▶ **Data items**
class FunctionOnFunctionRidge(CurveResponseMixin, BaseEstimator):
    """Function-on-function regression with roughness penalties.

    Each row of ``X`` is an input curve on ``grid``, each row of ``y`` a
    response curve on ``response_grid``. Two models:

    * ``kind="integral"``: ``Y_i(t) = beta_0(t) + int X_i(s) beta(s, t) ds +
      eps_i(t)``, with ``beta(s, t) = sum_ab B_ab psi_a(s) phi_b(t)`` in the
      tensor product of an input basis ``psi`` and a response basis ``phi``;
    * ``kind="concurrent"``: ``Y_i(t) = beta_0(t) + beta_1(t) X_i(t) +
      eps_i(t)`` with X and y on one shared grid.

    Coefficient functions are fitted by quadrature-weighted least squares
    with roughness penalties (see Notes), with ``alpha`` fixed or chosen by
    generalised cross-validation among ``alphas``.

    Parameters
    ----------
    kind : {"integral", "concurrent"}, default="integral"
        The model, see above.
    basis : {"bspline", "fourier", "legendre"}, default="bspline"
        Basis system in s and in t.
    n_basis : int, default=None
        Number of basis functions in each direction; None means the basis'
        default capped by the number of grid points. With ``alpha=0`` it may
        not exceed the number of grid points.
    degree : int, default=3
        B-spline degree (ignored by the other bases).
    knots : array-like of shape (n_knots,), default=None
        Interior B-spline knots; None means evenly spaced. Only when both
        grids cover the same domain.
    alpha : float, default=None
        Roughness penalty. None chooses it by GCV from ``alphas``.
    alphas : array-like of shape (n_alphas,), default=None
        Candidates for GCV when ``alpha=None``; None means 25 log-spaced
        values scaled to the problem.
    penalty_order : int, default=2
        Derivative order ``q`` of the roughness penalties.
    grid : array-like of shape (n_features,), default=None
        Sampling points of the columns of ``X``. None means numeric column
        labels of a DataFrame ``X``, else evenly spaced on [0, 1].
    response_grid : array-like of shape (n_response_points,), default=None
        Sampling points of the columns of ``y``. None means numeric column
        labels of a DataFrame ``y``, else ``grid_`` for the concurrent model
        and evenly spaced on [0, 1] for the integral model.
    quadrature : {"trapezoid", "simpson"}, default="trapezoid"
        Quadrature rule on both grids.

    Attributes
    ----------
    grid_ : ndarray of shape (n_features,)
        The input grid used at fit.
    response_grid_ : ndarray of shape (n_response_points,)
        The response grid used at fit; predictions are on it.
    coef_function_ : ndarray
        ``beta(s, t)`` of shape (n_features, n_response_points) on
        ``grid_`` x ``response_grid_`` (integral), or ``beta_1(t)`` of shape
        (n_response_points,) (concurrent).
    intercept_function_ : ndarray of shape (n_response_points,)
        ``beta_0(t)`` on ``response_grid_``.
    basis_coef_ : ndarray of shape (n_rows, n_basis_)
        Coefficients in the response basis: row 0 the intercept, then the
        rows of ``B`` (integral, one per input basis function) or ``beta_1``
        (concurrent).
    coef_covariance_ : ndarray of shape (n_rows * n_basis_, n_rows * n_basis_)
        Estimated covariance of ``basis_coef_`` flattened row-major.
    n_basis_ : int
        Number of response basis functions.
    alpha_ : float
        The penalty used.
    alphas_ : ndarray of shape (n_alphas,)
        Candidates (only ``alpha`` when it was given).
    criterion_ : ndarray of shape (n_alphas,)
        GCV score per candidate (lower is better).
    edf_ : ndarray of shape (n_alphas,)
        Effective degrees of freedom per candidate.
    n_features_in_ : int
        Number of input grid points.
    feature_names_in_ : ndarray of shape (n_features_in_,)
        Column names of ``X`` when they are all strings.

    See Also
    --------
    FunctionOnScalarRidge : Curve-valued responses from scalar covariates.
    sklearn.linear_model.Ridge : Multi-output ridge on raw grid values.

    Notes
    -----
    Integral model: the criterion is ``sum_i w_i int (Y_i - fit_i)^2 dt +
    alpha [int int (d^q beta / ds^q)^2 ds dt + int int (d^q beta / dt^q)^2 ds dt
    + int (D^q beta_0)^2 dt]``: one alpha for both directions, so give the two
    grids comparable units (or rescale them). The t-integral of the
    s-roughness uses the response-grid quadrature. The input curves enter
    through their basis coordinates ``int X_i psi_a``, centred, so the fit
    is the function-on-scalar problem on those coordinates; the data are
    read once. Concurrent model: ``alpha int [(D^q beta_0)^2 + (D^q
    beta_1)^2] dt``; its bands use a sandwich (heteroscedasticity-robust)
    covariance from a second pass over the data.

    GCV treats all ``n_samples * n_response_points`` residuals as
    independent; with strongly autocorrelated residual curves on dense grids
    prefer :class:`~sklearn.model_selection.GridSearchCV` over ``alpha``.
    Confidence bands are pointwise, ignore the smoothing bias and are not
    simultaneous. Predictions are statistical estimates: validate them on
    your own process data before they drive a quality or safety decision,
    and follow the applicable standards and qualified practice.

    References
    ----------
    Ramsay, J. O. and Silverman, B. W. (2005). *Functional Data Analysis*,
    2nd ed., ch. 14 and 16. Springer.

    Craven, P. and Wahba, G. (1979). Smoothing noisy data with spline
    functions. *Numerische Mathematik* 31, 377-403.

    Examples
    --------
    The cool-down of kiln runs (invented data) from their heating curves:

    >>> import numpy as np
    >>> from skfunc.linear_model import FunctionOnFunctionRidge
    >>> rng = np.random.default_rng(0)
    >>> s = np.linspace(0, 1, 41)
    >>> heating = np.outer(rng.uniform(1150, 1250, 60), np.sin(np.pi * s / 2))
    >>> heating += rng.normal(0, 20, (60, 1)) * np.cos(np.pi * s)
    >>> true_beta = np.exp(-((s[:, None] - s[None, :]) ** 2) / 0.05)
    >>> cooling = heating @ (true_beta / 40) + rng.normal(0, 1, (60, 41))
    >>> model = FunctionOnFunctionRidge(n_basis=8).fit(heating, cooling)
    >>> model.coef_function_.shape
    (41, 41)
    >>> model.predict(heating[:3]).shape
    (3, 41)
    >>> concurrent = FunctionOnFunctionRidge(kind="concurrent").fit(heating, cooling)
    >>> concurrent.coef_function_.shape
    (41,)
    """

    _parameter_constraints = {
        **RESPONSE_PARAMETER_CONSTRAINTS,
        "kind": [StrOptions(set(KINDS))],
        "grid": ["array-like", None],
    }

    def __init__(
        self,
        kind="integral",
        basis="bspline",
        n_basis=None,
        degree=3,
        knots=None,
        alpha=None,
        alphas=None,
        penalty_order=2,
        grid=None,
        response_grid=None,
        quadrature="trapezoid",
    ):
        self.kind = kind
        self.basis = basis
        self.n_basis = n_basis
        self.degree = degree
        self.knots = knots
        self.alpha = alpha
        self.alphas = alphas
        self.penalty_order = penalty_order
        self.grid = grid
        self.response_grid = response_grid
        self.quadrature = quadrature

    def fit(self, X, y, sample_weight=None):
        """Fit the coefficient functions.

        Parameters
        ----------
        X : array-like of shape (n_samples, n_features)
            Input curves on the grid (no NaN).
        y : array-like of shape (n_samples, n_response_points)
            Response curves on the response grid (no NaN).
        sample_weight : array-like of shape (n_samples,), default=None
            Weights of the observations (frequency weights in the bands).

        Returns
        -------
        self : object
            Fitted estimator.
        """
        self._validate_params()
        check_alphas(self.alphas)
        X = validate_curves(self, X, reset=True)
        y_in, y = y, validate_response(self, y, X.shape[0], reset=True)
        if self.kind == "concurrent":
            self._check_shared_grid(y_in)
        w = _check_sample_weight(sample_weight, X)
        self._solve(self._statistics(X, y, w))
        if self.kind == "concurrent":
            self.coef_covariance_ = self._concurrent_covariance(X, y, w)
        return self

    def _check_shared_grid(self, y):
        labels = getattr(y, "columns", None)
        labelled = labels is not None and grid_from_labels(list(labels)) is not None
        same_size = y.shape[1] == self.grid_.size
        if self.response_grid is None and not labelled and same_size:
            self.response_grid_ = self.grid_.copy()
        if self.response_grid_.shape != self.grid_.shape or not np.allclose(
            self.response_grid_, self.grid_, rtol=1e-9, atol=0
        ):
            raise ValueError(
                "kind='concurrent' needs X and y sampled on one shared grid; got "
                f"{self.grid_.size} input points and a response grid of "
                f"{self.response_grid_.size} points that differs. Resample one of "
                "them, or use kind='integral'."
            )

    def _input_design(self):
        """(quadrature-weighted input basis on grid_, input basis)."""
        basis = basis_for(self, self.grid_, cap=self.alpha == 0)
        w = quadrature_weights(self.grid_, self.quadrature)
        return basis.evaluate(self.grid_) * w[:, None], basis

    def _statistics(self, X, y, sample_weight=None):
        """Additive statistics of one chunk of (X, y); merge with ``merge``."""
        basis, weights = self._response_basis()
        if self.kind == "concurrent":
            return _pointwise_sums(X, y, sample_weight)
        psi_w, _ = self._input_design()
        phi_w = basis.evaluate(self.response_grid_) * weights[:, None]
        return response_statistics(chunked_matmul(X, psi_w), y, phi_w, sample_weight)

    def _solve(self, stats):
        """Fit from (merged) statistics and store the fitted attributes.

        For ``kind="concurrent"`` the band covariance needs a second pass over
        the data (:meth:`_concurrent_covariance`); until then it is NaN.
        """
        basis, weights = self._response_basis()
        phi = basis.evaluate(self.response_grid_)
        alphas = check_alphas(self.alphas)
        if self.kind == "concurrent":
            fitted = _solve_concurrent(
                stats, phi, weights, self._penalty(basis), self.alpha, alphas
            )
        else:
            _, psi = self._input_design()
            fitted = solve_response(
                stats, phi, weights, self._penalty(basis), psi.gram(),
                self._penalty(psi), self.alpha, alphas,
            )
        store_solution(self, basis, fitted)
        return self

    def _concurrent_like(self):
        return self.kind == "concurrent"

    def _coef_rows(self):
        if self.kind == "concurrent":
            return np.array([[0.0, 1.0]])
        psi = basis_for(self, self.grid_, cap=False).evaluate(self.grid_)
        return np.column_stack([np.zeros(psi.shape[0]), psi])

    def _concurrent_covariance(self, X, y, w):
        """Sandwich covariance ``H^-1 (sum w g g') H^-1`` of the basis coefs.

        ``g_i = (Phi' W e_i, Phi' W (X_i e_i))`` are the curves' score
        contributions at the fit, ``H`` the penalized normal matrix; the
        factor ``sw / (sw - 2)`` corrects for the two fitted functions.
        """
        basis, weights = self._response_basis()
        phi_w = basis.evaluate(self.response_grid_) * weights[:, None]
        resid = y - self.intercept_function_ - X * self.coef_function_
        scores = np.hstack([resid @ phi_w, (resid * X) @ phi_w])
        meat = (scores * w[:, None]).T @ scores
        sw = float(w.sum())
        gram = _concurrent_gram(_pointwise_sums(X, y, w), phi_w, basis.evaluate(
            self.response_grid_))
        penalty = block_diag(*[self._penalty(basis)] * 2)
        bread = np.linalg.pinv(gram + self.alpha_ * penalty, hermitian=True)
        factor = sw / (sw - 2) if sw > 2 else np.nan
        return factor * bread @ meat @ bread

    def predict(self, X, response_points=None):
        """Predicted response curves.

        Parameters
        ----------
        X : array-like of shape (n_samples, n_features)
            Input curves on ``grid_``.
        response_points : array-like of shape (n_points,), default=None
            Where to evaluate the curves, inside the response domain; None
            means ``response_grid_``. Not available for the concurrent
            model, whose inputs are known only on ``grid_``.

        Returns
        -------
        y_pred : ndarray of shape (n_samples, n_response_points or n_points)
        """
        check_is_fitted(self)
        X = validate_curves(self, X, reset=False)
        if self.kind == "concurrent":
            if response_points is not None:
                raise ValueError(
                    "response_points is not available for kind='concurrent': the "
                    "inputs are known only on grid_; resample X instead."
                )
            return self.intercept_function_ + X * self.coef_function_
        if response_points is None:
            intercept, coef = self.intercept_function_, self.coef_function_
        else:
            intercept, coef = self.coef_functions_at(response_points)
        w = quadrature_weights(self.grid_, self.quadrature)
        return chunked_matmul(X, coef * w[:, None]) + intercept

▶ **What you need to do**
Working from the records above, write out verbatim only the lines from the line containing "np.linspace(0, 1, 41)" through the line containing "1, (60, 41))".

▶ **Response to the exercise**
    >>> s = np.linspace(0, 1, 41)
    >>> heating = np.outer(rng.uniform(1150, 1250, 60), np.sin(np.pi * s / 2))
    >>> heating += rng.normal(0, 20, (60, 1)) * np.cos(np.pi * s)
    >>> true_beta = np.exp(-((s[:, None] - s[None, :]) ** 2) / 0.05)
    >>> cooling = heating @ (true_beta / 40) + rng.normal(0, 1, (60, 41))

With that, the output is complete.